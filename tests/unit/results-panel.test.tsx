// The results panel renders the analysis it is given: headline figures, every section and its
// "how" disclosures, in IP and SI. Rendered to static markup (the chart is client-only, so absent).
import { renderToStaticMarkup } from "react-dom/server";
import { describe, expect, it } from "vitest";
import { analyzeHouse, demoHouseInput, toSI } from "@/calc";
import { ResultsPanel } from "@/components/assessment/results";
import * as f from "@/components/assessment/results/format";

const analysis = analyzeHouse(demoHouseInput);
const render = (units: f.Units) => renderToStaticMarkup(<ResultsPanel analysis={analysis} units={units} />);

const decode = (s: string) =>
  s.replace(/&#x27;/g, "'").replace(/&quot;/g, '"').replace(/&lt;/g, "<").replace(/&gt;/g, ">").replace(/&amp;/g, "&");
const text = (html: string) => decode(html.replace(/<[^>]+>/g, " ")).replace(/\s+/g, " ");
/** Text of the element carrying data-testid (up to the close of its tag name). */
function byTestId(html: string, id: string): string {
  const m = html.match(new RegExp(`<(\\w+)[^>]*data-testid="${id}"[^>]*>`));
  if (!m || m.index === undefined) throw new Error(`no element with data-testid="${id}"`);
  const rest = html.slice(m.index);
  return text(rest.slice(0, rest.indexOf(`</${m[1]}>`))).trim();
}

const headings = [
  "Results", "What the plan saves", "Heat load and yearly energy", "Upgrades, in order", "Where the heat goes",
  "Air leakage", "Natural air changes per hour", "Ventilation", "Moisture in upgraded walls", "Dense-pack estimate",
  "Cautions", "Check these entries",
];

describe("ResultsPanel on the demo house, IP", () => {
  const html = render("ip");
  const all = text(html);
  const pkg = analysis.package;

  it("shows the headline figures of the analysis as large numerals", () => {
    expect(byTestId(html, "results-yearly-saving")).toBe(`${f.usd(pkg.savings.usd)} a year`);
    expect(f.usd(pkg.savings.usd)).toBe(`$${Math.round(pkg.savings.usd).toLocaleString("en-US")}`);
    expect(byTestId(html, "results-payback")).toBe(`${pkg.simplePaybackYears!.toFixed(1)} years`);
    const cut = (analysis.baseline.cfm50 - analysis.final.cfm50) / analysis.baseline.cfm50;
    expect(byTestId(html, "results-leakage-cut")).toBe(`${Math.round(cut * 100)} % less leakage`);
    expect(byTestId(html, "results-package-sir")).toBe(pkg.sir!.toFixed(2));
  });

  it("has every section heading", () => {
    for (const h of headings) expect(html).toMatch(new RegExp(`<h[234][^>]*>${h.replace(/[,.]/g, "\\$&")}</h[234]>`));
  });

  it("shows load, fuel, cost and CO2 before and after", () => {
    for (const e of [analysis.baseline, analysis.final]) {
      expect(all).toContain(f.power(e.designLoad.totalBtuh, "ip"));
      expect(all).toContain(f.fuel(e.energy.fuelUnits, e.energy.fuelUnit));
      expect(all).toContain(f.usd(e.energy.costUSD));
      expect(all).toContain(f.co2(e.energy.co2Lb, "ip"));
    }
    expect(f.power(analysis.baseline.designLoad.totalBtuh, "ip")).toBe(`${(Math.round(analysis.baseline.designLoad.totalBtuh / 100) * 100).toLocaleString("en-US")} Btu/h`);
  });

  it("gives each upgrade its sequenced saving, payback and SIR", () => {
    for (const u of analysis.upgrades) {
      const row = byTestId(html, `results-upgrade-${u.index}`);
      expect(row).toContain(u.name);
      expect(row).toContain(f.usd(u.savings.usd));
      expect(row).toContain(`${u.simplePaybackYears!.toFixed(1)} years`);
      expect(row).toContain(u.sir!.toFixed(2));
    }
  });

  it("shows leakage before and after with natural ACH by both methods", () => {
    for (const e of [analysis.baseline, analysis.final]) {
      expect(all).toContain(`${e.cfm50.toLocaleString("en-US")} CFM50`);
      expect(all).toContain(e.infiltration.ach50.toFixed(1));
      expect(all).toContain(e.infiltration.nFactor.achNat.toFixed(2));
      expect(all).toContain(e.infiltration.ashraeBasic.seasonal.ach.toFixed(2));
    }
  });

  it("shows the ventilation check, a moisture screen per upgraded wall stack, and the dense-pack estimate", () => {
    expect(byTestId(html, "results-ventilation-after")).toBe(analysis.ventilation.after.needsFan ? `Fan needed: ${f.flow(analysis.ventilation.after.fanCfm, "ip")} continuous` : "No fan needed");
    const wallStacks = new Set(analysis.final.envelope.surfaces.filter((s, i) => s.kind === "wall" && s.assemblyKey !== analysis.baseline.envelope.surfaces[i].assemblyKey).map((s) => s.assemblyKey));
    expect(html.match(/data-testid="results-moisture-wall"/g)?.length).toBe(wallStacks.size);
    expect(analysis.densePack.length).toBeGreaterThan(0);
    for (const w of analysis.densePack) {
      const row = byTestId(html, `results-dense-pack-${w.surfaceId}`);
      expect(row).toBe(`${w.surfaceName} ${Math.round(w.pounds).toLocaleString("en-US")} ${w.bagsRoundedUp} ${w.holes}`);
    }
  });

  it("lists each caution with its document and the local-codes line, and the soft warnings", () => {
    for (const c of analysis.cautions) {
      const item = byTestId(html, `results-caution-${c.id}`);
      expect(item).toContain(c.document);
      expect(item).toContain("Follow local codes and licensed practice.");
    }
    for (const w of analysis.warnings) expect(all).toContain(w.message);
  });

  it("has a how disclosure per figure with the sources of the analysis", () => {
    expect(html.match(/<details/g)?.length).toBeGreaterThanOrEqual(10);
    for (const s of [analysis.climate.designSource, analysis.climate.degreeDaySource, ...analysis.methods.filter((m) => m.topic !== "Material R-values").map((m) => m.source)]) {
      expect(all).toContain(s);
    }
  });

  it("gives every table header a scope and leaves the chart to the browser", () => {
    const ths = html.match(/<th[ >][^>]*>/g) ?? [];
    expect(ths.length).toBeGreaterThan(20);
    for (const t of ths) expect(t).toMatch(/scope="(col|row)"/);
    expect(html).toContain('aria-label="Bar chart of heat loss by component');
    expect(html).not.toContain("recharts");
  });
});

describe("ResultsPanel in SI", () => {
  const html = render("si");
  const all = text(html);
  it("converts through calc/units and keeps money as it is", () => {
    const b = analysis.baseline;
    expect(all).toContain(`${(toSI.power(b.designLoad.totalBtuh) / 1000).toFixed(1)} kW`);
    expect(all).toContain(`${Math.round(toSI.airflow(b.cfm50)).toLocaleString("en-US")} L/s at 50 Pa`);
    expect(all).toContain(f.co2(b.energy.co2Lb, "si"));
    expect(f.co2(b.energy.co2Lb, "si")).toMatch(/ kg CO2$/);
    expect(all).toContain(`design ${toSI.temperature(analysis.climate.heatingDesignTempF).toFixed(1).replace("-", "−")} °C`);
    expect(byTestId(html, "results-yearly-saving")).toBe(`${f.usd(analysis.package.savings.usd)} a year`);
    expect(all).not.toContain("Btu/h");
    for (const h of headings) expect(all).toContain(h);
  });
});

describe("ResultsPanel without results", () => {
  it("lists the fields to fix instead of results", () => {
    const html = renderToStaticMarkup(<ResultsPanel analysis={null} units="ip" error={[{ path: "surfaces.0.grossAreaFt2", message: "must be greater than 0" }]} />);
    const all = text(html);
    expect(all).toContain("Fix these fields to see results");
    expect(all).toContain("surfaces › 1 › gross area (ft²) must be greater than 0");
    expect(all).not.toContain("What the plan saves");
  });

  it("says what it is waiting for when there is no analysis yet", () => {
    expect(text(renderToStaticMarkup(<ResultsPanel analysis={null} units="ip" />))).toContain("Results appear here");
  });

  it("renders a house with no upgrades", () => {
    const bare = analyzeHouse({ ...demoHouseInput, upgrades: [] });
    const all = text(renderToStaticMarkup(<ResultsPanel analysis={bare} units="ip" />));
    expect(all).toContain("No upgrades are planned yet");
    expect(all).toContain("No dense-pack upgrade in this plan.");
    expect(all).toContain("No wall is upgraded in this plan.");
  });
});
+-------+
What is needed is every line from the data above that includes the string "item", copied out.

**THE ANSWER:**
      const item = byTestId(html, `results-caution-${c.id}`);
      expect(item).toContain(c.document);
      expect(item).toContain("Follow local codes and licensed practice.");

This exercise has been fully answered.